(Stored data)
******

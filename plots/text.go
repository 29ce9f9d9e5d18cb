package plots

import (
	"strings"
	"sync"
	"unicode/utf8"

	"gonum.org/v1/plot/font"
	"gonum.org/v1/plot/font/liberation"
	"gonum.org/v1/plot/vg"
)

// fontWeightBold is the weight of titles in the font package's scale (regular is 0).
const fontWeightBold = 3

// Heights of Liberation Sans, and of Arial and Helvetica, which share its metrics, per
// size of type: capital above the baseline, tail below, one line to the next.
const (
	capHeight  = 0.73
	tailDepth  = 0.21
	lineHeight = 1.22
)

var fonts = sync.OnceValue(func() *font.Cache { return font.NewCache(liberation.Collection()) })

// sans describes the type of every text in a figure.
func sans(size float64, bold bool) font.Font {
	f := font.Font{Typeface: "Liberation", Variant: "Sans", Size: vg.Length(size)}
	if bold {
		f.Weight = fontWeightBold
	}
	return f
}

func face(size float64, bold bool) font.Face {
	f := sans(size, bold)
	return fonts().Lookup(f, f.Size)
}

// textWidth is the width of s in pt.
func textWidth(s string, size float64, bold bool) float64 {
	f := face(size, bold)
	return f.Width(s).Points()
}

// clean makes a name fit for a line of XML text: control characters, line breaks and
// bytes that are not UTF-8 become spaces, and runs of spaces become one.
func clean(s string) string {
	s = strings.Map(func(r rune) rune {
		if r < 0x20 || r == 0x7F || r == utf8.RuneError || r == 0xFFFE || r == 0xFFFF {
			return ' '
		}
		return r
	}, s)
	return strings.Join(strings.Fields(s), " ")
}

// clip shortens s to width pt with an ellipsis.
func clip(s string, width, size float64, bold bool) string {
	if textWidth(s, size, bold) <= width {
		return s
	}
	r := []rune(s)
	for len(r) > 1 && textWidth(string(r)+"…", size, bold) > width {
		r = r[:len(r)-1]
	}
	return strings.TrimRight(string(r), " ") + "…"
}

// wrap breaks s into at most maxLines lines of width pt; what is left over is cut with
// an ellipsis.
func wrap(s string, width, size float64, bold bool, maxLines int) []string {
	var lines []string
	line := ""
	words := strings.Fields(s)
	for i, w := range words {
		next := strings.TrimSpace(line + " " + w)
		if line != "" && textWidth(next, size, bold) > width {
			if len(lines) == maxLines-1 {
				rest := line + " " + strings.Join(words[i:], " ")
				return append(lines, clip(rest, width, size, bold))
			}
			lines, next = append(lines, line), w
		}
		line = next
	}
	if line != "" {
		lines = append(lines, clip(line, width, size, bold))
	}
	return lines
}

// balanced breaks s into as many lines as wrap does, but of like widths, so that no word
// stands alone on the last one.
func balanced(s string, width, size float64, bold bool, maxLines int) []string {
	lines := wrap(s, width, size, bold, maxLines)
	if len(lines) < 2 || strings.HasSuffix(lines[len(lines)-1], "…") {
		return lines
	}
	const step = 4 // pt
	for w := width - step; w > width/2; w -= step {
		next := wrap(s, w, size, bold, maxLines+1)
		if len(next) > len(lines) {
			break
		}
		lines = next
	}
	return lines
}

******

What the task requires: Restate each record above exactly, leaving nothing out.

Final answer:
filename plots/text.go
repository 29ce9f9d9e5d18cb
package plots

import (
	"strings"
	"sync"
	"unicode/utf8"

	"gonum.org/v1/plot/font"
	"gonum.org/v1/plot/font/liberation"
	"gonum.org/v1/plot/vg"
)

// fontWeightBold is the weight of titles in the font package's scale (regular is 0).
const fontWeightBold = 3

// Heights of Liberation Sans, and of Arial and Helvetica, which share its metrics, per
// size of type: capital above the baseline, tail below, one line to the next.
const (
	capHeight  = 0.73
	tailDepth  = 0.21
	lineHeight = 1.22
)

var fonts = sync.OnceValue(func() *font.Cache { return font.NewCache(liberation.Collection()) })

// sans describes the type of every text in a figure.
func sans(size float64, bold bool) font.Font {
	f := font.Font{Typeface: "Liberation", Variant: "Sans", Size: vg.Length(size)}
	if bold {
		f.Weight = fontWeightBold
	}
	return f
}

func face(size float64, bold bool) font.Face {
	f := sans(size, bold)
	return fonts().Lookup(f, f.Size)
}

// textWidth is the width of s in pt.
func textWidth(s string, size float64, bold bool) float64 {
	f := face(size, bold)
	return f.Width(s).Points()
}

// clean makes a name fit for a line of XML text: control characters, line breaks and
// bytes that are not UTF-8 become spaces, and runs of spaces become one.
func clean(s string) string {
	s = strings.Map(func(r rune) rune {
		if r < 0x20 || r == 0x7F || r == utf8.RuneError || r == 0xFFFE || r == 0xFFFF {
			return ' '
		}
		return r
	}, s)
	return strings.Join(strings.Fields(s), " ")
}

// clip shortens s to width pt with an ellipsis.
func clip(s string, width, size float64, bold bool) string {
	if textWidth(s, size, bold) <= width {
		return s
	}
	r := []rune(s)
	for len(r) > 1 && textWidth(string(r)+"…", size, bold) > width {
		r = r[:len(r)-1]
	}
	return strings.TrimRight(string(r), " ") + "…"
}

// wrap breaks s into at most maxLines lines of width pt; what is left over is cut with
// an ellipsis.
func wrap(s string, width, size float64, bold bool, maxLines int) []string {
	var lines []string
	line := ""
	words := strings.Fields(s)
	for i, w := range words {
		next := strings.TrimSpace(line + " " + w)
		if line != "" && textWidth(next, size, bold) > width {
			if len(lines) == maxLines-1 {
				rest := line + " " + strings.Join(words[i:], " ")
				return append(lines, clip(rest, width, size, bold))
			}
			lines, next = append(lines, line), w
		}
		line = next
	}
	if line != "" {
		lines = append(lines, clip(line, width, size, bold))
	}
	return lines
}

// balanced breaks s into as many lines as wrap does, but of like widths, so that no word
// stands alone on the last one.
func balanced(s string, width, size float64, bold bool, maxLines int) []string {
	lines := wrap(s, width, size, bold, maxLines)
	if len(lines) < 2 || strings.HasSuffix(lines[len(lines)-1], "…") {
		return lines
	}
	const step = 4 // pt
	for w := width - step; w > width/2; w -= step {
		next := wrap(s, w, size, bold, maxLines+1)
		if len(next) > len(lines) {
			break
		}
		lines = next
	}
	return lines
}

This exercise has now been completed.